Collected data
────────

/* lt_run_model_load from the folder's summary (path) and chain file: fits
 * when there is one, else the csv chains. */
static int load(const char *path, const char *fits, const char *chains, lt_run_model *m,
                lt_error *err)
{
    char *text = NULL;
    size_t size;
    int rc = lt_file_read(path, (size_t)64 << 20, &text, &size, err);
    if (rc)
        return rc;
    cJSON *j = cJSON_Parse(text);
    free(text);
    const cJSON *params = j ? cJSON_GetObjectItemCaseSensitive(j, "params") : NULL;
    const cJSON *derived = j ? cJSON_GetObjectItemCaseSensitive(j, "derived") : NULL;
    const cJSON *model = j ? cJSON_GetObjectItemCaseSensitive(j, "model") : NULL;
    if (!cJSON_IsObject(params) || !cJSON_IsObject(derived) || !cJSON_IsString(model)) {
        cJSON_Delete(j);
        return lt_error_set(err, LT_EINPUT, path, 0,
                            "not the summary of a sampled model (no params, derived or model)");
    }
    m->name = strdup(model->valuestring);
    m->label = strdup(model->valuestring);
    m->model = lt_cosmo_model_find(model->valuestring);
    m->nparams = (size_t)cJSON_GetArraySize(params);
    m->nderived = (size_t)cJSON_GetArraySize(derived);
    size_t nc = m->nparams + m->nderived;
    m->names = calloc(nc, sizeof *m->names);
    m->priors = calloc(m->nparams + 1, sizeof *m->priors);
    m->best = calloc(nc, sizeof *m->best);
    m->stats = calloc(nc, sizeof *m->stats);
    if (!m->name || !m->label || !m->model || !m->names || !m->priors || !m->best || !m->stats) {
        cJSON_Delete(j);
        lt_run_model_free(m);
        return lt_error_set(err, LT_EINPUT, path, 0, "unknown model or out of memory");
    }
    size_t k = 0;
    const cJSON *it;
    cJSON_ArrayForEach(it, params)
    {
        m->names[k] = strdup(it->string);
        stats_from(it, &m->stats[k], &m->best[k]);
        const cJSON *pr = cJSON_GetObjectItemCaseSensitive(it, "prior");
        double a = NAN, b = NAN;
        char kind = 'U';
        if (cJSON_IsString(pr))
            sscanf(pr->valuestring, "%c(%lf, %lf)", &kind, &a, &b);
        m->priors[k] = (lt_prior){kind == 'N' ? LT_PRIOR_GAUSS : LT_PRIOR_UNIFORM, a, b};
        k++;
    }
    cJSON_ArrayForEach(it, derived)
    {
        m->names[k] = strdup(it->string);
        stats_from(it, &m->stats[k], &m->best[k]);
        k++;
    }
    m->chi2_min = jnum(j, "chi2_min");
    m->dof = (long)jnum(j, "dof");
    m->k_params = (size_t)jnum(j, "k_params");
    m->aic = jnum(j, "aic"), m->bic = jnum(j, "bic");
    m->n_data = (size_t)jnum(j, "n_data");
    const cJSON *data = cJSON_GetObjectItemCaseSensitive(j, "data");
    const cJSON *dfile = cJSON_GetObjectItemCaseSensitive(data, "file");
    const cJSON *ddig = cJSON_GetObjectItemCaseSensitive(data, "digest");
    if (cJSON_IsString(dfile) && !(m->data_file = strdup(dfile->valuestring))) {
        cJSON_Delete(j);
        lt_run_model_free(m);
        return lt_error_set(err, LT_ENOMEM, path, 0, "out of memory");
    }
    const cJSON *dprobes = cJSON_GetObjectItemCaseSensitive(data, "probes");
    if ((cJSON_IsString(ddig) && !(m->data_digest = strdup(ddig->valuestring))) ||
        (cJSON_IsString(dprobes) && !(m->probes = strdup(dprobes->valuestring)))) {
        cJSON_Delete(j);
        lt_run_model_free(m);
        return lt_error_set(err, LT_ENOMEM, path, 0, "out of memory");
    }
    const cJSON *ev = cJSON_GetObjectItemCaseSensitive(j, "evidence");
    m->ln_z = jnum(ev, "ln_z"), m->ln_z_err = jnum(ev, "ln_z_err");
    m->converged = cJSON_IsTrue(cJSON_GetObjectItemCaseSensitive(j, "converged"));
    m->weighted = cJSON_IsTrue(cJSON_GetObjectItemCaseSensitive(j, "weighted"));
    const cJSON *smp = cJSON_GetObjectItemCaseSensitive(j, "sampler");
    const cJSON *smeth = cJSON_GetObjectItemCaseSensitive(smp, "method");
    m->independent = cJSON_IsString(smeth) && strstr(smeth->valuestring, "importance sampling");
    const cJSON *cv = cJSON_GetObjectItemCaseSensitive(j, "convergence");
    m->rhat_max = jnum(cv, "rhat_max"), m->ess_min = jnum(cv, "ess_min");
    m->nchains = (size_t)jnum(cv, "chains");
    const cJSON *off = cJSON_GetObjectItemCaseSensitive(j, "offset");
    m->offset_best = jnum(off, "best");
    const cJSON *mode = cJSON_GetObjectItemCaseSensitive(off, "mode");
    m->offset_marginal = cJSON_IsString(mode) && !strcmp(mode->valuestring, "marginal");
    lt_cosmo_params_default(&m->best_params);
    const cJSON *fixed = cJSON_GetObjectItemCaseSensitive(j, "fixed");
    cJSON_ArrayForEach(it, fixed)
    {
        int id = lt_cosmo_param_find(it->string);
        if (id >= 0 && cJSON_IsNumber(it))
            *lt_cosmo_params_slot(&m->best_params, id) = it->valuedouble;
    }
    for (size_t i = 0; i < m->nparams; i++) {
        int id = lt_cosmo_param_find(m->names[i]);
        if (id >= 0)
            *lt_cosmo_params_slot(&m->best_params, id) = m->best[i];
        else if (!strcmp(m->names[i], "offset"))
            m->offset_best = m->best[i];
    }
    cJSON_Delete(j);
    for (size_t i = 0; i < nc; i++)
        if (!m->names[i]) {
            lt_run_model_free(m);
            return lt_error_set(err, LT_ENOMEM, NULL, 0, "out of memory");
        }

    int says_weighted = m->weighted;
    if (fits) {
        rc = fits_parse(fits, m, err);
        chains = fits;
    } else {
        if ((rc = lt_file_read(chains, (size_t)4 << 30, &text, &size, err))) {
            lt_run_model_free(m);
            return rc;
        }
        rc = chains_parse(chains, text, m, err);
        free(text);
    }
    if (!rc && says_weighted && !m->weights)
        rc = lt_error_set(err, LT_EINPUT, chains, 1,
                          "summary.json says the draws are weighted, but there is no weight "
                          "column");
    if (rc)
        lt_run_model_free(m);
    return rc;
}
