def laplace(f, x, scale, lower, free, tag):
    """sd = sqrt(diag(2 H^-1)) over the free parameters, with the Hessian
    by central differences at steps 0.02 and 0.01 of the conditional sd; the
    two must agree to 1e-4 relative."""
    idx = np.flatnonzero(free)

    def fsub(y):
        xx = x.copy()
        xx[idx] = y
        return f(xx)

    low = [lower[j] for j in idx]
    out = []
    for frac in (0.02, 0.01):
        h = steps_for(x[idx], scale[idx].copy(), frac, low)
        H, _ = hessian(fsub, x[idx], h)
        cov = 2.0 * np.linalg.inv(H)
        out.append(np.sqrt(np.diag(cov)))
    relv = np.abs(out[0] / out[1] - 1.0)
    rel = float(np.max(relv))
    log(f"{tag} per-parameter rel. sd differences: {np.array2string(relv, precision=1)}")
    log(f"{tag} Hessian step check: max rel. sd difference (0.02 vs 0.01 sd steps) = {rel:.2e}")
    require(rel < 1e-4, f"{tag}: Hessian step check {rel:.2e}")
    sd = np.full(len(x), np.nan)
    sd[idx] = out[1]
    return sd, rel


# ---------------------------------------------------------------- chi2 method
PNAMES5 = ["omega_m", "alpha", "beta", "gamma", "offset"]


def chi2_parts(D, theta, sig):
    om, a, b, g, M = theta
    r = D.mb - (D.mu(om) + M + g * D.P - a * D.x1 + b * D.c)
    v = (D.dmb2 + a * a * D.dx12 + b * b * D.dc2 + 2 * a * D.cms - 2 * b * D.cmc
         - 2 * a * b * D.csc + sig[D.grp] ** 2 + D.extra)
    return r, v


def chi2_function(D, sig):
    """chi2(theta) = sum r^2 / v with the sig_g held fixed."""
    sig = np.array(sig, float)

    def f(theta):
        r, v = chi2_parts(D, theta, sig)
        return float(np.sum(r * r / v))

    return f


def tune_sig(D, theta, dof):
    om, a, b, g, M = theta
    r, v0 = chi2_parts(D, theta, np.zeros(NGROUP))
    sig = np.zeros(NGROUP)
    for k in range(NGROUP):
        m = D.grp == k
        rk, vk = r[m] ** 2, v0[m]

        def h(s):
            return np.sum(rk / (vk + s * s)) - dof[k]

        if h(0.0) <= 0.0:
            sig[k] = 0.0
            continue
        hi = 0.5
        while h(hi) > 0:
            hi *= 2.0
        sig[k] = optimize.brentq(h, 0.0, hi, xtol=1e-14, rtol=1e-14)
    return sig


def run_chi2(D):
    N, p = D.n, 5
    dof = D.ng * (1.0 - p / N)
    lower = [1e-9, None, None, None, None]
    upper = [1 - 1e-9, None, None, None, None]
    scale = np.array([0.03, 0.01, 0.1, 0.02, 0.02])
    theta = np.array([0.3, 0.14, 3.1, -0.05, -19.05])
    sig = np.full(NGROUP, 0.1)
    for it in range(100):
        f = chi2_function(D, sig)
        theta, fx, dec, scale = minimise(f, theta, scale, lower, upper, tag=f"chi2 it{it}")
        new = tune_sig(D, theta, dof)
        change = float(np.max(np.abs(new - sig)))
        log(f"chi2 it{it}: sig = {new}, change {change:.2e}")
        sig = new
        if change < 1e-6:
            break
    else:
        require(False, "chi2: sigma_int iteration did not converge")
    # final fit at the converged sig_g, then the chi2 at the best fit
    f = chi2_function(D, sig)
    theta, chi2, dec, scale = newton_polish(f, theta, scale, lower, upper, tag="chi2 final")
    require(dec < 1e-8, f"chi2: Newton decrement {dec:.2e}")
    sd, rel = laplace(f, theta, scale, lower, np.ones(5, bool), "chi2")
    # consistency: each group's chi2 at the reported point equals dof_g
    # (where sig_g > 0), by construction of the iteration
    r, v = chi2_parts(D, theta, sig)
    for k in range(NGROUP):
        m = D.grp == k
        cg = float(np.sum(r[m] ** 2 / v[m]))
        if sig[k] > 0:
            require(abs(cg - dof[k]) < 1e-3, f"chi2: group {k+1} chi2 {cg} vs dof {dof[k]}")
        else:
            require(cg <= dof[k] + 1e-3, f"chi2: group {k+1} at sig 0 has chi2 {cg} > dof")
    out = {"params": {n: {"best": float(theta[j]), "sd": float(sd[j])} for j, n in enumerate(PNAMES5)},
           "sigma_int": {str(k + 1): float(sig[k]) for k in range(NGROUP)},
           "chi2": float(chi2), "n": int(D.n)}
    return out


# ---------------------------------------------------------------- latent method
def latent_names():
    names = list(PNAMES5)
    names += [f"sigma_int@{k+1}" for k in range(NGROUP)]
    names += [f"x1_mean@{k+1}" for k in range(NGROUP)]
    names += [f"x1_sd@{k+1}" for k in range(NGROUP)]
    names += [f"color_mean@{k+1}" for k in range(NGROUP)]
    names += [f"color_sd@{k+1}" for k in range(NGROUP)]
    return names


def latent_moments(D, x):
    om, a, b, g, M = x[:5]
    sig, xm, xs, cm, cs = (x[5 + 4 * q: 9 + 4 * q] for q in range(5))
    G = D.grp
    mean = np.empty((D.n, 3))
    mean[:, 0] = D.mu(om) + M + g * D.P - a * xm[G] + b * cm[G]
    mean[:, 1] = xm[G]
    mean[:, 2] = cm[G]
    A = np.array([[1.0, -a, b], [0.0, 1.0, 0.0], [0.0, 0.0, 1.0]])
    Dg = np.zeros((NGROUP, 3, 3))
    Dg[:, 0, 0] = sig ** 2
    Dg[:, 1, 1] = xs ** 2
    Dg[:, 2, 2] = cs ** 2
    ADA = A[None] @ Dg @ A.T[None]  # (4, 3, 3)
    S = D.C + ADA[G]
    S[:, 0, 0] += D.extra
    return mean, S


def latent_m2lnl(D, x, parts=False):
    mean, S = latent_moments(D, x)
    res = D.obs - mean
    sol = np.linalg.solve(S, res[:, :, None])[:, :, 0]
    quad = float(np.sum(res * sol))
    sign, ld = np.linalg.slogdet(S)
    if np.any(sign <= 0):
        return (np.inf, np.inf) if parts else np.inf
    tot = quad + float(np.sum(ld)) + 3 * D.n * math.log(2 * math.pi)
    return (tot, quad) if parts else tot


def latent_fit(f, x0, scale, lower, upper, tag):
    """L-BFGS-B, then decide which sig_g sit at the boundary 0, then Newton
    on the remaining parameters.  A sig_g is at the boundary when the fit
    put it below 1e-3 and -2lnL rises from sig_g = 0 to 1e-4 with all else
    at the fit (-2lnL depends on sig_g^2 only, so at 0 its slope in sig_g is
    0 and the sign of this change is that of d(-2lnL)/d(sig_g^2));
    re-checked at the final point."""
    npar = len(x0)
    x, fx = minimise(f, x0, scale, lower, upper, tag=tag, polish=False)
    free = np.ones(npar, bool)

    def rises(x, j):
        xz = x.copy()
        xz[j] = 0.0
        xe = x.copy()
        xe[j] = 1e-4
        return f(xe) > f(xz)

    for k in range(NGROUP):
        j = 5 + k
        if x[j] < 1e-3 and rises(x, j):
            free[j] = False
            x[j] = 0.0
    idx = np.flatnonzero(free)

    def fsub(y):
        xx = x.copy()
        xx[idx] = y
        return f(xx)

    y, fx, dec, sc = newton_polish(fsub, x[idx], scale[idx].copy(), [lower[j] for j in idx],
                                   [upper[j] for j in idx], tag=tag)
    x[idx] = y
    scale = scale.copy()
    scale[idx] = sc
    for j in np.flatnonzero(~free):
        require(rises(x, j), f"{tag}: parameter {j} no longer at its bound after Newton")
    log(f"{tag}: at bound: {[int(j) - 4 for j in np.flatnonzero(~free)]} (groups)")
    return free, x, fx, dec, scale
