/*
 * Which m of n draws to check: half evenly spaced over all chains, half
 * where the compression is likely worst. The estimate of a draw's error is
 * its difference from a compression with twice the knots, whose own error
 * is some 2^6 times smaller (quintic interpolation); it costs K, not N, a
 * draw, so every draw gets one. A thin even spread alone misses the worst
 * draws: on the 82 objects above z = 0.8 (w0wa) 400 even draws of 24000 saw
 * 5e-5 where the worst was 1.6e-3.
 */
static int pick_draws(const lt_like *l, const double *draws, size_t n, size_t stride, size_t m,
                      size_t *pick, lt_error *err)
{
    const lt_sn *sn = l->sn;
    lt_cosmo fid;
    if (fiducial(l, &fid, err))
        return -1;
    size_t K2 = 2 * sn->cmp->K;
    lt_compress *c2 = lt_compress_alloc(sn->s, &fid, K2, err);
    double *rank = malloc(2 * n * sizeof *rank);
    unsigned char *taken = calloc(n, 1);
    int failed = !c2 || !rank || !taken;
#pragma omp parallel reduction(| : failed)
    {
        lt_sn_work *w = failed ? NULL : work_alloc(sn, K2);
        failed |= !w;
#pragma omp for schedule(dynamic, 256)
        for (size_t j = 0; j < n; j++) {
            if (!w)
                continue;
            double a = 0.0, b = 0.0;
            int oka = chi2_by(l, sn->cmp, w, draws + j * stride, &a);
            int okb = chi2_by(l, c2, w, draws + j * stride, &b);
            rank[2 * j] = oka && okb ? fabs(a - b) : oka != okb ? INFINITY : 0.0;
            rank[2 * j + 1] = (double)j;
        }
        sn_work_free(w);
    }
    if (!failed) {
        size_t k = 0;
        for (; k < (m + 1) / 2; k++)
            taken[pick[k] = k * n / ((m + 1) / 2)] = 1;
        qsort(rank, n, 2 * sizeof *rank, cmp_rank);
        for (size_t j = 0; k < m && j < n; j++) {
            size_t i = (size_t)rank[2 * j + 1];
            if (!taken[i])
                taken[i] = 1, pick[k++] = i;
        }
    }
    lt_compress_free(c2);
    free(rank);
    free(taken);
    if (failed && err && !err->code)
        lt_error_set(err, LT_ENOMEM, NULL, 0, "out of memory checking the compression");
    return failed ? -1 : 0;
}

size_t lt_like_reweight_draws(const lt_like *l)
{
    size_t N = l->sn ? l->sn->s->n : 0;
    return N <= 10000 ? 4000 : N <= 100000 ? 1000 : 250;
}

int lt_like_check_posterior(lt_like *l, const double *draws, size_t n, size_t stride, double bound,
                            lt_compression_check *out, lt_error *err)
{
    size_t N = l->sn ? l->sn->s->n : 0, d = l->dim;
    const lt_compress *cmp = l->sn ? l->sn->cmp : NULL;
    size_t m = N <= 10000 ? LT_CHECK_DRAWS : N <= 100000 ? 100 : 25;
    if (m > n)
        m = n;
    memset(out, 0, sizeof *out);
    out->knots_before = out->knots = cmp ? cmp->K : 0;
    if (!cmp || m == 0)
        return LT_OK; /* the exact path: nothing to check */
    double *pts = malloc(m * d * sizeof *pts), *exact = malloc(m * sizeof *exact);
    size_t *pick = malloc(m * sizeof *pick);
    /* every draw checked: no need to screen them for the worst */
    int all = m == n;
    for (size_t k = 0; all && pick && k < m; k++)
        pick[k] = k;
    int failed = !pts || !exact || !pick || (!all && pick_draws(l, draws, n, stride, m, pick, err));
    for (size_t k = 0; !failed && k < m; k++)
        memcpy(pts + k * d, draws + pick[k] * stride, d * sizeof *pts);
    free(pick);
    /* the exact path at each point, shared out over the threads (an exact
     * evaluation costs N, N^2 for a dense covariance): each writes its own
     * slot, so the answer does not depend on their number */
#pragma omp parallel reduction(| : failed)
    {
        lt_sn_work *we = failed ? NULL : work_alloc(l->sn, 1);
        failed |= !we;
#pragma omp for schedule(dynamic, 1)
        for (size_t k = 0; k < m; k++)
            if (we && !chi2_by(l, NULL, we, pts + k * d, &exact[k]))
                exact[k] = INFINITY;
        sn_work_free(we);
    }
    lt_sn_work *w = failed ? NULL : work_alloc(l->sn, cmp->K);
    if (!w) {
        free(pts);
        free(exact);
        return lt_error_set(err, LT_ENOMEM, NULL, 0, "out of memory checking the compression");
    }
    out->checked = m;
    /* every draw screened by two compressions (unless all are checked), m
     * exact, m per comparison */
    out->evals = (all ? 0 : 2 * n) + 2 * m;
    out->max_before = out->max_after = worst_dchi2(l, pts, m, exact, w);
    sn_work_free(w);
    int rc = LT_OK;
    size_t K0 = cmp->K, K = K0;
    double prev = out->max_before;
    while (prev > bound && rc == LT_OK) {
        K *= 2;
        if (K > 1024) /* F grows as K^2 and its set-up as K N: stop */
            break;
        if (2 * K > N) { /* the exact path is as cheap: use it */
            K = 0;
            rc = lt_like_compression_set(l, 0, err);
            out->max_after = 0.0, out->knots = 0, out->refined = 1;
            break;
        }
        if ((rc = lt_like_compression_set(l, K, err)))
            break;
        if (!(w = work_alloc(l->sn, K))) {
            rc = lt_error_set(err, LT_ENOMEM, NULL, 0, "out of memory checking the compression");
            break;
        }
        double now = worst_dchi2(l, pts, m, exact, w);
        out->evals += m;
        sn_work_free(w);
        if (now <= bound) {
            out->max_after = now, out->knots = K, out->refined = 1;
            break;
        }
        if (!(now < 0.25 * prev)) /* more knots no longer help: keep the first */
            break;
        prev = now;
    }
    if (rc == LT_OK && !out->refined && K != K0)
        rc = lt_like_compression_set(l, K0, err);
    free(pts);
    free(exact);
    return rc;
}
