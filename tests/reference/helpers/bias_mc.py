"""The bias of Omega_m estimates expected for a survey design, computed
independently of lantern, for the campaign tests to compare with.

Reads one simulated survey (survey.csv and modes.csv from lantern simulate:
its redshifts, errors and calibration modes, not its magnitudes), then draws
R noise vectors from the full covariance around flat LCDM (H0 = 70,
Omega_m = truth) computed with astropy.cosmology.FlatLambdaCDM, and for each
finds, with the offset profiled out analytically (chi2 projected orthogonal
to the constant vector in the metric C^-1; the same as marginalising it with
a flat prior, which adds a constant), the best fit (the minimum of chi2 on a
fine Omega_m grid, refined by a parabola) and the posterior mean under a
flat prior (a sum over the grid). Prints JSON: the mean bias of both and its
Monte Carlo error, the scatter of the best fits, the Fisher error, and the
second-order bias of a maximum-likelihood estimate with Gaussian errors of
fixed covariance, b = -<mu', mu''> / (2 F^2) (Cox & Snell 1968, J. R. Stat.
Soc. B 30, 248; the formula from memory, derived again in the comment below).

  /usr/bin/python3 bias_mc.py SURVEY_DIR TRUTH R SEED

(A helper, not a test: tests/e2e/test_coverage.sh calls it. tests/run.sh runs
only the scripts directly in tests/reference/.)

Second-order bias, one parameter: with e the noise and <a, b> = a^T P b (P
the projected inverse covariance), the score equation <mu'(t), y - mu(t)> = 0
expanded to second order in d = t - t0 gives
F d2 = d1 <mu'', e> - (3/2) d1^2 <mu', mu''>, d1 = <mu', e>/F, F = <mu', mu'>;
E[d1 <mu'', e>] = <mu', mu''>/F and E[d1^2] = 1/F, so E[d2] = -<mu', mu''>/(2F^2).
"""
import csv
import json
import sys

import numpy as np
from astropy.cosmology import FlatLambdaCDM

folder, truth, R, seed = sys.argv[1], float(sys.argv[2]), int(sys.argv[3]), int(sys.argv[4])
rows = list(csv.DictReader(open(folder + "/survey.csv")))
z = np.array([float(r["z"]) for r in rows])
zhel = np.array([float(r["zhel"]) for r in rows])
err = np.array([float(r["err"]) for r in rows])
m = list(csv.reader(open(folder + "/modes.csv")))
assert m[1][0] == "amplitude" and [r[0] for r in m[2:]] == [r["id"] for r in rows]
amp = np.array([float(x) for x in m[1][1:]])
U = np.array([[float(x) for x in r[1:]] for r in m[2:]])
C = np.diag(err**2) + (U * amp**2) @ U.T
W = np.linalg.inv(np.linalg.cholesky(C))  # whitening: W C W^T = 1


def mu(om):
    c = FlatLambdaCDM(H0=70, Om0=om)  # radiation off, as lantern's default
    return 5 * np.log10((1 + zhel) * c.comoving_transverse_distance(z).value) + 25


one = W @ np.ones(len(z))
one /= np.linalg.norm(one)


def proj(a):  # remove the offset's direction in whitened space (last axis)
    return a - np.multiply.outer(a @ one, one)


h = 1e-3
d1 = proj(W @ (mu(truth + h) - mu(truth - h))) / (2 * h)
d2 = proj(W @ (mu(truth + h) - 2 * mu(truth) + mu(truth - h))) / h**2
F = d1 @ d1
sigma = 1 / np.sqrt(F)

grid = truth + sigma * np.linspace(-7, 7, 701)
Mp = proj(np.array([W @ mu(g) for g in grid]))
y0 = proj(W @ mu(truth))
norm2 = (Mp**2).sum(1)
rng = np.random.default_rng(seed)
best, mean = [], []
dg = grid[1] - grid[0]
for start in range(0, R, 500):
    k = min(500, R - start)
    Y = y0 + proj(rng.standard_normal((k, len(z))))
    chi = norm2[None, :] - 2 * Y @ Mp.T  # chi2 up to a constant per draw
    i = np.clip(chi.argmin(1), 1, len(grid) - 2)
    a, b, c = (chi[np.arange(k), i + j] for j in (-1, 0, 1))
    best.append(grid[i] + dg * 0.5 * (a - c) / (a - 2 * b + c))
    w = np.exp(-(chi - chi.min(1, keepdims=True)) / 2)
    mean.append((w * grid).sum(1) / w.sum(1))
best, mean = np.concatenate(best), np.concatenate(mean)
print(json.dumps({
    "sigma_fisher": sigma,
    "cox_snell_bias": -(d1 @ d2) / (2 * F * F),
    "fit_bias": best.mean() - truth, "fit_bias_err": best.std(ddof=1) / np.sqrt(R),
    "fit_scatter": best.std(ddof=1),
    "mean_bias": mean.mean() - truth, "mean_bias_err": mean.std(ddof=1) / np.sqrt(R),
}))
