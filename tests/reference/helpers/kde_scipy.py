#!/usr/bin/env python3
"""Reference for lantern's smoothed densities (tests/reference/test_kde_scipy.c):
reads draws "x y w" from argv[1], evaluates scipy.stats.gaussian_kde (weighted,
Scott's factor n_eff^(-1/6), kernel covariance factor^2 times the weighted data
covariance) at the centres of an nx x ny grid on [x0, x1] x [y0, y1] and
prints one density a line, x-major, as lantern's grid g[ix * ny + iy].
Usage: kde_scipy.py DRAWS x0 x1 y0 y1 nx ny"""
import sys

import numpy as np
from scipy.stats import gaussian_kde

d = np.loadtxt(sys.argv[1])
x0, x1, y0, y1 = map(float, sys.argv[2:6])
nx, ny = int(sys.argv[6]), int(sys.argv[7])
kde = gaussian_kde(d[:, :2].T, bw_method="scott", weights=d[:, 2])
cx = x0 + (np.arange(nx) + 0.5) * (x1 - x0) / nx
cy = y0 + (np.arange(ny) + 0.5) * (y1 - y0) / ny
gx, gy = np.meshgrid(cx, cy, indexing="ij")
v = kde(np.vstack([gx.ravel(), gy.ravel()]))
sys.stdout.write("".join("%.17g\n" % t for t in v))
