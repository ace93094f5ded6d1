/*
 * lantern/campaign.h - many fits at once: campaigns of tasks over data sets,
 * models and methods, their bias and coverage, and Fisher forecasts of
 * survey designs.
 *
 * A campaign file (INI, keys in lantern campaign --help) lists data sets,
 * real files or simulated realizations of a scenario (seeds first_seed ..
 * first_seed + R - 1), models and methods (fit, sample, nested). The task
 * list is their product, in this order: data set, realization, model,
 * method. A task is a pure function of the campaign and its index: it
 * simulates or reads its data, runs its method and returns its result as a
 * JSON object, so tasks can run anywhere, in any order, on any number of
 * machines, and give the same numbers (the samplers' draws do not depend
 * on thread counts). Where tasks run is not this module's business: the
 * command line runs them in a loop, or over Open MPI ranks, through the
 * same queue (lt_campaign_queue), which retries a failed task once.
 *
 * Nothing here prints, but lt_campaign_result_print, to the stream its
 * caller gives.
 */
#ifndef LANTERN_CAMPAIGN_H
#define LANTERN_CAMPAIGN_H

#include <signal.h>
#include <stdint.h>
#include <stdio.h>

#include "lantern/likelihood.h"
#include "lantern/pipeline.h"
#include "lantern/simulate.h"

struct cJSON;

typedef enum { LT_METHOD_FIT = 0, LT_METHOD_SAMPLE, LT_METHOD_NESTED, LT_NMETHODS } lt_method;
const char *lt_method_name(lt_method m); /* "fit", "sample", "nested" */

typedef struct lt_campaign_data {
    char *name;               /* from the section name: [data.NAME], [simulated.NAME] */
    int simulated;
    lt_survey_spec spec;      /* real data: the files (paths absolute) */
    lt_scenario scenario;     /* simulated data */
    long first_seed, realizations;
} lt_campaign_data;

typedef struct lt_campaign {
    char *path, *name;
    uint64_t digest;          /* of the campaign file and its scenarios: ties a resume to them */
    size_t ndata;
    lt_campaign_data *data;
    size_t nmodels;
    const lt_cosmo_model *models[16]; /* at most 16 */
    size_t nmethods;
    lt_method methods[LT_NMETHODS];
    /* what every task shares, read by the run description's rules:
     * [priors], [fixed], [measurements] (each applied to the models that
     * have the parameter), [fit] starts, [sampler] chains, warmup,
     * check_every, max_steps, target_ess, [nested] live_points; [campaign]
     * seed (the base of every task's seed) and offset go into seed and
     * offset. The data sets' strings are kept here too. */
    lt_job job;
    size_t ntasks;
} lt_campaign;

────────

Task directions
From the entries above, collect every line with the string "weights" in it.

Result
    if (!rc && says_weighted && !m->weights)
kde = gaussian_kde(d[:, :2].T, bw_method="scott", weights=d[:, 2])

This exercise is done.